Personally I am not aware of any benefit to being an owner of Wyndham Points as far as receiving as far as receiving Wyndham hotel discounts.

Wyndham's Vacation Ownership Sales and Marketing and Wyndham's Hotel Sales and Marketing are two different entities.


----------



## Goofyhobbie (Apr 5, 2011)

*Wyndham Rewards Website*

Hey Doc,

A little more investigation on the Worldwide Web helped me to find a website called wyndhamrewards.com.  After several attempts to drill down into the site, I was finally able to find the following page:

Wyndham Vacation Resorts Rewards

Once you go to that page you will see what you can get per 10,000 accumulated points:



> Product#:  96-5250-00
> 
> Value:  10000  Points
> 
> Use your Wyndham Rewards points to apply $60 towards your CLUB WYNDHAM Plus Assessment Fees (including POA maintenance fees). Available to CLUB WYNDHAM Plus members with a Wyndham Rewards member number linked to your CLUB WYNDHAM Plus Member account. If you are unsure if your Wyndham Rewards member number has been linked to your CLUB WYNDHAM Plus Member account please call your Vacation Planning Center at 1-800-251-8736 before submitting a redemption request.



As previously discovered through some internet research all of this apparently began to be offered sometime in July of 2010.

We all learn something new everyday. That is the reason we enjoy coming to TUG and sharing information with each other.

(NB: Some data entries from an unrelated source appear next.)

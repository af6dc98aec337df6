package observe

import (
	"io"
	"slices"
	"sort"
)

// Shared is a table held in memory as it stands in its file, for parts of it to be read one by one or at the same
// time: it does not change. It takes the bytes of the text in UTF-8 once and 12 bytes a row.
type Shared struct {
	header header
	head   []byte // the header as it stands in the file, without the end of its line
	blocks []block
	rows   int
	bytes  int // of the rows, as in Part
}

// block is a piece of the file and where its rows stand.
type block struct {
	text  []byte
	first int // rows of the file before it
	spans []span
}

// span is where a row stands in its block, the end of its line included, and the line of the file on which it starts.
type span struct {
	offset, size uint32
	line         int32
}

// Whole reads a table to its end. It takes the same files as ReadCSV, and refuses with the same *Error what ReadCSV
// refuses whatever the request is: a file that is no such text, quotes out of place, a name that appears twice, a row
// of the wrong length, no rows at all. What a row holds is looked at by ReadPart.
func Whole(r io.Reader, source string) (*Shared, error) { return WholeAs(r, source, Format{}) }

// WholeAs is Whole for a table that is written in the given format.
func WholeAs(r io.Reader, source string, format Format) (*Shared, error) {
	if err := format.Validate(); err != nil {
		return nil, inFile(err, source)
	}
	decoded, origin, err := openOrigin(r, source, format)
	if err != nil {
		return nil, err
	}
	from := &blocks{from: newBounded(decoded, origin), size: headSize}
	text, after := from.next()
	if err := origin.look(text[:min(len(text), headSize)], after); err != nil {
		return nil, err
	}
	scan := newScanner(origin)
	for {
		if err := scan.block(text, after); err != nil {
			return nil, err
		}
		if after != nil {
			return scan.finish(after)
		}
		text, after = from.next()
	}
}

// Columns returns the names in the header, in order and without the blanks around them. A blank name is "".
func (s *Shared) Columns() []string { return slices.Clone(s.header.names) }

// row returns a row, counted from 0, as it stands in the file and with the end of its line, and its line in the file.
func (s *Shared) row(i int) (text []byte, line int) {
	b := &s.blocks[sort.Search(len(s.blocks), func(k int) bool { return s.blocks[k].first > i })-1]
	return b.row(i - b.first)
}

func (b *block) row(i int) (text []byte, line int) {
	at := b.spans[i]
	return b.text[at.offset : at.offset+at.size], int(at.line)
}
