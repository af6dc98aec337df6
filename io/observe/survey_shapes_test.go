package observe

import (
	"errors"
	"math"
	"strings"
	"testing"

	"github.com/google/go-cmp/cmp"
	"github.com/google/go-cmp/cmp/cmpopts"
)

var pointHex = "0101000020E6100000000000000000F03F0000000000000040" // SRID=4326;POINT (1 2), by hand after OGC 06-103r4

func TestSurveyFeatures(t *testing.T) {
	s := survey(t, strings.Join([]string{
		feature(at("1,2,3"), `{"n":1,"when":"2024-02-29"}`), feature(square, `{"n":2.5}`), feature("null", `{"n":"x"}`),
		feature(`{"type":"LineString","coordinates":[[0,0]]}`, `{"when":null}`), feature(at("1,2,3"), `{"n":1,"when":"2024-02-29"}`), feature(at("1,2"), `{"n":1,"when":"2024-02-29"}`),
	}, "\n"), SurveyRequest{})
	want := &SurveyShapes{Kinds: []ShapeCount{{"Point", 3}, {"Polygon", 1}}, Least: [2]float64{0, 0}, Most: [2]float64{2, 2}, Positions: 8, Heights: 2, Missing: 1, Bad: 1,
		Line: 4, Row: 4, Reason: "geometry cannot be read: has 1 position, and a line needs 2 or more"}
	if diff := cmp.Diff(want, s.Shapes); diff != "" {
		t.Errorf("(-want +got):\n%s", diff)
	}
	places := SurveyPlaces{X: []float64{1, 1}, Y: []float64{2, 1}, Rows: []int{3, 1}, Without: 2, Row: 3}
	if diff := cmp.Diff(places, s.Places) + cmp.Diff(RepeatedRows{Rows: 1, Row: 5, Original: 1}, s.Repeated); diff != "" {
		t.Errorf("(-want +got):\n%s", diff)
	}
	if !s.Features || s.GeometryName != "geometry" || s.Separator != "" || s.Encoding != "UTF-8" || !s.Degrees || s.Unrecognised != nil || s.Guessed || s.Rows != 6 {
		t.Errorf("got %+v", s)
	}
	var kinds []string
	for _, c := range s.Columns {
		kinds = append(kinds, c.Name+": "+string(c.Kind))
	}
	if diff := cmp.Diff([]string{"n: text", "when: dates", "z: whole numbers"}, kinds); diff != "" {
		t.Errorf("(-want +got):\n%s", diff)
	}
	if z := s.Column("z"); z.Values != 2 || z.Missing != 4 || z.Most != 3 {
		t.Errorf("z is %+v", z)
	}
}

func TestSurveyFeaturesInAnotherSystem(t *testing.T) {
	text := `{"crs":{"properties":{"name":"urn:ogc:def:crs:EPSG::32633"}},` + feature(at("500000,4600000"), `{"n":1}`)[1:]
	s := survey(t, text, SurveyRequest{})
	refusal, _ := errors.AsType[*Error](s.Unrecognised)
	if s.CRS != "EPSG:32633" || s.Degrees || refusal == nil || refusal.Advice != "say with --crs what the coordinates are in" || s.Places.X[0] != 500000 || s.Shapes.Most[1] != 4600000 {
		t.Errorf("got %+v", s)
	}
	if s = survey(t, text, SurveyRequest{Axes: AxesPlane}); s.Unrecognised != nil || s.Degrees || s.CRS != "EPSG:32633" {
		t.Errorf("in a plane: got %+v", s)
	}
	for _, want := range []SurveyRequest{{X: "x", Y: "y"}, {Geometry: "g"}} {
		if _, err := ReadSurvey(strings.NewReader(text), "obs.csv", want); err == nil {
			t.Errorf("%+v is taken for features", want)
		}
	}
}

// Columns of geometries are known by their looks, or named.
func TestSurveyGeometryColumns(t *testing.T) {
	for _, tt := range []struct {
		name, values string
		kind         ColumnKind
		want         *SurveyShapes
	}{
		{"WKT", "POINT (1 2)|NA|LINESTRING (0 0, 5 5)|POINT EMPTY|x", Geometries, &SurveyShapes{Kinds: []ShapeCount{{"Point", 1}, {"LineString", 1}},
			Most: [2]float64{5, 5}, Positions: 3, Missing: 2, Bad: 1, Line: 6, Row: 5, Reason: `geometry cannot be read: character 1: "X" is not a kind of geometry`}},
		{"late", "|unknown|POINT Z (1 2 3)|point(3 4)", Geometries, &SurveyShapes{Kinds: []ShapeCount{{"Point", 2}}, Least: [2]float64{1, 2}, Most: [2]float64{3, 4}, Positions: 2,
			Heights: 1, Missing: 1, Bad: 1, Line: 3, Row: 2, Reason: `geometry cannot be read: character 1: "UNKNOWN" is not a kind of geometry`}},
		{"EWKB", pointHex + "|0x" + pointHex + "|SRID=32633;POINT (1 2)", Geometries, &SurveyShapes{Kinds: []ShapeCount{{"Point", 3}},
			Least: [2]float64{1, 2}, Most: [2]float64{1, 2}, Positions: 3, CRS: "EPSG:4326", Others: 1, OtherRow: 3}},
		{"half", "POINT (1 2)|village (old)", Text, nil},
		{"names", "Upper Vale (old)|Lower Vale|EMPTY", Text, nil},
		{"long numbers", "000000000000000000001|000000000000000000002", WholeNumbers, nil},
	} {
		t.Run(tt.name, func(t *testing.T) {
			c := column(t, tt.values)
			if diff := cmp.Diff(tt.want, c.Shapes); diff != "" || c.Kind != tt.kind {
				t.Errorf("%q (-want +got):\n%s", c.Kind, diff)
			}
		})
	}
}

func TestSurveyPlacesOfGeometries(t *testing.T) {
	const text = "nr\tg\n1\tSRID=4326;POINT (1 2)\n2\tx\n3\tSRID=4326;POINT (1 2)\n4\t\n"
	guessed := survey(t, text, SurveyRequest{})
	if guessed.GeometryName != "g" || !guessed.Guessed || guessed.Unrecognised == nil || !guessed.Degrees || guessed.CRS != "EPSG:4326" {
		t.Errorf("got %+v", guessed)
	}
	named := survey(t, text, SurveyRequest{Geometry: "g"})
	if named.Guessed || named.Unrecognised != nil || named.Recognised {
		t.Errorf("got %+v", named)
	}
	if diff := cmp.Diff(guessed, named, cmpopts.IgnoreFields(Survey{}, "Guessed", "Unrecognised"), cmpopts.EquateNaNs()); diff != "" {
		t.Errorf("(-guessed +named):\n%s", diff)
	}
	if diff := cmp.Diff(SurveyPlaces{X: []float64{1}, Y: []float64{2}, Rows: []int{2}, Without: 2, Row: 2}, named.Places); diff != "" {
		t.Errorf("(-want +got):\n%s", diff)
	}
	two := survey(t, "a\tb\nPOINT (1 2)\tPOINT (3 4)\n", SurveyRequest{})
	if two.GeometryName != "" || two.Shapes != nil || two.Guessed || two.Column("b").Shapes == nil {
		t.Errorf("of two columns: %+v", two)
	}
	coordinates := survey(t, "x\ty\tg\n1\t2\tPOINT (3 4)\n", SurveyRequest{})
	if coordinates.GeometryName != "" || coordinates.Shapes != nil || coordinates.Places.X[0] != 1 || coordinates.Column("g").Kind != Geometries {
		t.Errorf("beside coordinates: %+v", coordinates)
	}
	none := survey(t, "nr\tg\n1\tx\n", SurveyRequest{Geometry: "g"})
	if none.Shapes == nil || none.Shapes.Bad != 1 || !math.IsNaN(none.Shapes.Least[0]) || none.Places.Without != 1 {
		t.Errorf("of none that can be read: %+v", none)
	}
	if _, err := ReadSurvey(strings.NewReader(text), "obs.csv", SurveyRequest{Geometry: "h"}); err == nil || err.Error() != `obs.csv: line 1: no column "h" for the geometry` {
		t.Errorf("got %v", err)
	}
}
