package observe

import (
	"math"
	"strconv"
	"strings"

	"github.com/paulmach/orb"
)

// SurveyShapes describes geometries. Those that are missing or cannot be read count as that and in nothing else.
type SurveyShapes struct {
	Kinds []ShapeCount // of the kinds that there are, points first and polygons last

	Least, Most [2]float64 // extent of all positions; NaN where there are none
	Positions   int
	Heights     int // points with a third coordinate

	Missing   int // nothing, or a geometry without positions
	Bad       int // cannot be read
	Line, Row int // the first of these; 0 where there is none
	Reason    string

	CRS      string // by their SRID, of the first that is read; empty without one, and for features
	Others   int    // with another SRID than the first
	OtherRow int    // the first of these, from 1; 0 where there is none
}

// ShapeCount says how many rows have a geometry of one kind.
type ShapeCount struct {
	Kind string // as in GeoJSON, such as "MultiPolygon"
	Rows int
}

var shapeKinds = []string{"Point", "MultiPoint", "LineString", "MultiLineString", "Polygon", "MultiPolygon"}

// shapeSurvey makes the description of geometries, row by row.
type shapeSurvey struct {
	out    SurveyShapes
	kinds  map[string]int
	extent [2][2]float64 // least, most
	srid   int
	places placeCounter
}

// key differs between sites that differ.
func (s *site) key() string {
	if s.geometry == nil {
		return s.code
	}
	return string(appendGeometry(nil, s.geometry))
}

// newShapeSurvey begins a survey below rows of which none is a geometry: in some there is nothing, in others something
// else, and this first.
func newShapeSurvey(missing, bad int, first firstValue, format *Format) *shapeSurvey {
	s := &shapeSurvey{out: SurveyShapes{Missing: missing, Bad: bad}}
	if bad > 0 {
		s.out.Line, s.out.Row, s.out.Reason = first.line, first.row, parseSite(first.text, format).reason
	}
	if s.places.out.Without = missing + bad; s.places.out.Without > 0 {
		s.places.out.Row = 1
	}
	return s
}

// take counts the geometry of a row.
func (s *shapeSurvey) take(at *site, line, row int) {
	o := &s.out
	p := middle(at.geometry)
	s.places.take(p[0], p[1], row)
	switch {
	case at.geometry == nil && at.code == faultGeometry:
		if o.Bad++; o.Bad == 1 {
			o.Line, o.Row, o.Reason = line, row, at.reason
		}
		return
	case at.geometry == nil:
		o.Missing++
		return
	case s.kinds == nil:
		s.kinds, s.srid = map[string]int{}, at.srid
		s.extent = [2][2]float64{{math.Inf(1), math.Inf(1)}, {math.Inf(-1), math.Inf(-1)}}
	case at.srid != s.srid:
		if o.Others++; o.Others == 1 {
			o.OtherRow = row
		}
	}
	s.kinds[at.geometry.GeoJSONType()]++
	if !math.IsNaN(at.z) {
		o.Heights++
	}
	eachPosition(at.geometry, func(p orb.Point) {
		o.Positions++
		for i, v := range p {
			s.extent[0][i], s.extent[1][i] = min(s.extent[0][i], v), max(s.extent[1][i], v)
		}
	})
}

func (s *shapeSurvey) finish() *SurveyShapes {
	o := s.out
	o.Least, o.Most = [2]float64{math.NaN(), math.NaN()}, [2]float64{math.NaN(), math.NaN()}
	if s.kinds != nil {
		o.Least, o.Most = s.extent[0], s.extent[1]
	}
	for _, kind := range shapeKinds {
		if rows := s.kinds[kind]; rows > 0 {
			o.Kinds = append(o.Kinds, ShapeCount{kind, rows})
		}
	}
	if s.srid > 0 {
		o.CRS = "EPSG:" + strconv.Itoa(s.srid)
	}
	return &o
}

// shortestHex is the number of digits of the shortest EWKB: byte order, kind and a number of positions.
const shortestHex = 18

// couldBeShape reports whether a trimmed value may be WKT or EWKB: most values of a table are not, which is seen at a
// glance.
func couldBeShape(s string) bool {
	switch {
	case s == "":
		return false
	case s[0] == '0' || s[0] == '\\':
		return len(s) >= shortestHex
	case s[0]|0x20 >= 'a' && s[0]|0x20 <= 'z':
		return s[len(s)-1] == ')' || len(s) > 5 && strings.EqualFold(s[len(s)-5:], "empty")
	}
	return false
}
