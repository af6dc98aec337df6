package observe

import (
	"fmt"
	"math"
	"slices"
	"strconv"
	"strings"

	"github.com/paulmach/orb"
)

// Summing says how rows of one place become one.
type Summing struct {
	Add []string // columns of numbers that are added up: response, trials, denominator

	// Whole says that a sum counts too little if any row of its place was set aside when the table was read, as it does
	// where the people or trials it is held against come from elsewhere. Lost tells these places. Where numerator and
	// denominator are both in Add, a row that lacks in both does no harm, and Whole is false.
	Whole bool
	Lost  Lost // with Whole: of the table; nil is not known

	Strict bool // refuse the first row that would be set aside
}

// Sums counts what SumBy did.
type Sums struct {
	From int // rows that were summed
	Into int // rows they became: the values of the column
}

// SumBy makes one row of all rows that have the same value in a column of text. Columns in Add are added up, whole
// numbers exactly (below 2^53) and fractions with compensation, so that their order hardly counts. Every other column
// and the geometry must be the same in all rows of a value. Rows come in the order in which their values appear; Line
// and Row are those of the first, and text that was kept of a column in Add is missing where rows were summed.
//
// SumBy is meant to come before Join, while the table has only columns of its own: denominators joined later belong to
// the place and are not added up. It may also come after. Table.Rows stays the number of rows in the source.
//
// Rows without a value are set aside (missing-key), and with Whole also the rows of values that lost a row before
// (incomplete-sum). An *Error is returned, and t stays as it is, if two rows of a value differ, if a sum is beyond the
// largest number, if more than half of the rows would be set aside, or any if strict, and if Whole is asked for a table
// with rows set aside whose values nobody knows. SumBy panics if a column is absent, or added up without being numbers.
func (t *Table) SumBy(by string, o Summing) (Sums, error) {
	g, err := t.group(by, o)
	if err != nil {
		return Sums{}, err
	}
	out := *t
	out.Aside = t.addAside(g.aside)
	out.Line, out.Row = pickSlice(t.Line, g.first), pickSlice(t.Row, g.first)
	out.Columns = nil
	for i := range t.Columns {
		c, err := g.column(&t.Columns[i], slices.Contains(o.Add, t.Columns[i].Name))
		if err != nil {
			return Sums{}, err
		}
		out.Columns = append(out.Columns, c)
	}
	if len(t.Geometry) > 0 {
		if err := g.sameGeometry(); err != nil {
			return Sums{}, err
		}
		out.Geometry = pickSlice(t.Geometry, g.first)
	}
	*t = out
	return Sums{From: len(g.row), Into: len(g.first)}, nil
}

// groups are the rows of a table by the values of a column.
type groups struct {
	table *Table
	by    *Column
	row   []int32 // rows that belong to a group, ascending
	of    []int32 // the group of each of them
	first []int32 // first row of each group
	rows  []int   // number of rows of each group
	aside []Aside
}

// group puts rows together and sets aside those that belong nowhere.
func (t *Table) group(by string, o Summing) (*groups, error) {
	g := &groups{table: t, by: t.text(by)}
	for _, name := range o.Add {
		t.number(name)
	}
	if o.Whole && o.Lost == nil && len(t.Aside) > 0 {
		a := t.Aside[0]
		return nil, &Error{File: t.Source, Line: int(a.Line), Row: int(a.Row), Column: a.Column, Value: a.Value,
			What:   a.alone(len(t.Aside)) + "; a sum without it would be too small",
			Advice: "correct such rows, or take them out of the file"}
	}
	number := make([]int32, len(g.by.Level))
	for i := range number {
		number[i] = -1
	}
	for r, code := range g.by.Code {
		if code < 0 {
			g.aside = append(g.aside, t.withoutKey(r, by))
			continue
		}
		if lost, is := o.Lost[g.by.Level[code]]; is && o.Whole {
			g.aside = append(g.aside, g.incomplete(r, lost))
			continue
		}
		if number[code] < 0 {
			number[code] = int32(len(g.first))
			g.first, g.rows = append(g.first, int32(r)), append(g.rows, 0)
		}
		g.row, g.of = append(g.row, int32(r)), append(g.of, number[code])
		g.rows[number[code]]++
	}
	return g, t.checkAside(g.aside, o.Strict, "check that --sum-by names the right column")
}

// incomplete sets a row aside because another of its value is lost.
func (g *groups) incomplete(row int, lost Aside) Aside {
	return Aside{Line: g.table.Line[row], Row: g.table.Row[row], Column: g.by.Name, Value: shorten(g.by.Level[g.by.Code[row]]),
		Code: "incomplete-sum", Reason: "another row to be summed with it cannot be used: " + lost.Reason}
}

// column returns the column of the groups: the sum of each, or the value that all rows of a group have.
func (g *groups) column(c *Column, add bool) (Column, error) {
	if !add {
		if err := g.same(c); err != nil {
			return Column{}, err
		}
		return c.pick(g.first), nil
	}
	out := c.pick(g.first)
	if out.Code != nil {
		for k, rows := range g.rows {
			if rows > 1 {
				out.Code[k] = -1
			}
		}
		out.dropUnused()
	}
	return out, g.sum(c, out.Number)
}

// sum adds up the rows of each group by the compensated summation of A. Neumaier (1974, Z. angew. Math. Mech.
// 54:39-51).
func (g *groups) sum(c *Column, to []float64) error {
	clear(to)
	lost := make([]float64, len(to)) // what rounding took from each sum
	for i, r := range g.row {
		k, v := g.of[i], c.Number[r]
		s := to[k] + v
		if math.Abs(to[k]) >= math.Abs(v) {
			lost[k] += to[k] - s + v
		} else {
			lost[k] += v - s + to[k]
		}
		to[k] = s
	}
	for k := range to {
		if to[k] += lost[k]; math.IsInf(to[k], 0) || math.IsNaN(to[k]) {
			level := g.by.Level[g.by.Code[g.first[k]]]
			return &Error{File: g.table.Source, Column: c.Name, What: fmt.Sprintf("the sum for %q is beyond the largest number", shorten(level)),
				Advice: "check the column for marks of missing values, and name them with --missing"}
		}
	}
	return nil
}

// same refuses a column that has two values in one group.
func (g *groups) same(c *Column) error {
	for i, r := range g.row {
		first := g.first[g.of[i]]
		if c.Number != nil && c.Number[r] != c.Number[first] {
			return g.refuse(first, r, c.Name, strconv.FormatFloat(c.Number[first], 'g', -1, 64), strconv.FormatFloat(c.Number[r], 'g', -1, 64))
		}
		if c.Code != nil && c.Code[r] != c.Code[first] {
			return g.refuse(first, r, c.Name, c.quoted(first), c.quoted(r))
		}
	}
	return nil
}

// quoted returns the text of a row for a message.
func (c *Column) quoted(row int32) string {
	if c.Code[row] < 0 {
		return "nothing"
	}
	return strconv.Quote(shorten(c.Level[c.Code[row]]))
}

// sameGeometry refuses a group whose rows were observed at two places.
func (g *groups) sameGeometry() error {
	at := g.table.Geometry
	for i, r := range g.row {
		first := g.first[g.of[i]]
		if !equalGeometry(at[first], at[r]) {
			has, got := geometryWord(at[first]), geometryWord(at[r])
			if has == got {
				got = "another" + strings.TrimPrefix(got, "a")
			}
			return g.refuse(first, r, "", has, got)
		}
	}
	return nil
}

func equalGeometry(a, b orb.Geometry) bool {
	if a == nil || b == nil {
		return a == nil && b == nil
	}
	return orb.Equal(a, b)
}

// geometryWord names a geometry in messages: a point by its coordinates.
func geometryWord(g orb.Geometry) string {
	switch g := g.(type) {
	case nil:
		return "no place"
	case orb.Point:
		return fmt.Sprintf("the place %s %s", strconv.FormatFloat(g[0], 'g', -1, 64), strconv.FormatFloat(g[1], 'g', -1, 64))
	}
	return "a " + g.GeoJSONType()
}

// refuse names two rows that cannot be summed, and what each of them has; no column is the geometry.
func (g *groups) refuse(first, second int32, column, has, got string) error {
	t := g.table
	e := &Error{File: t.Source, Line: int(t.Line[second]), Row: int(t.Row[second]), Column: column, Value: got,
		Advice: "make the column the same in all rows to be summed, or leave it out: only the response, the trials and the denominator are added up"}
	if column == "" {
		e.Value = ""
		e.Advice = "give all rows to be summed the same place, or leave out --sum-by"
	}
	e.What = fmt.Sprintf("%s where %s has %s, and both are summed as %s %s",
		got, rowWord(t.Row[first], t.Line[first]), has, plainOrQuoted(g.by.Name), g.by.quoted(first))
	return e
}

Keep those questions and answers coming.


----------



## WeLovetoTravel (Apr 5, 2011)

10,000 point for $60 maintenance credit doesn't sound like a good deal to me. I think I do better with my rewards card that is not affiliated with Wyndham. I can turn 10,000 points into a $100 restaurant or retail gift card.


----------



## JimMIA (Apr 5, 2011)

Goofyhobbie said:


> As previously discovered through some internet research all of this apparently began to be offered sometime in July of 2010.
> 
> We all learn something new everyday. That is the reason we enjoy coming to TUG and sharing information with each other.
> 
> Keep those questions and answers coming.


Yeah, you never can tell what's really behind some slick sales/customer service chatter.

I once had an amusing discussion with a credit card rep, who claimed if I used my card a bunch, the airline miles earned through everyday purchases would count toward a "Million Mile" designation.  I had a good chuckle with that one.

And then one day...an envelope shows up from American Airlines...with my AAdvantage Gold *for LIFE* card and some cool baggage tags.  Oh...and 10 upgrades.

Not bad for an amusing discussion I never took seriously!


----------



## learnalot (Apr 6, 2011)

DrPhillopian said:


> I recently purchased a Wyndham points property posted on Ebay.  Before I decided to purchase re-sale, I spoke with a Wyndham salesperson and received the whole sales pitch.  I vaguely remember her telling me something about using Wyndham Rewards points (credit card) which can be used to pay for maintenance fees and other incidentals.  Is this possible?  Also, is there a benefit to being a Wyndham owner as far as receiving Wyndham hotel discounts?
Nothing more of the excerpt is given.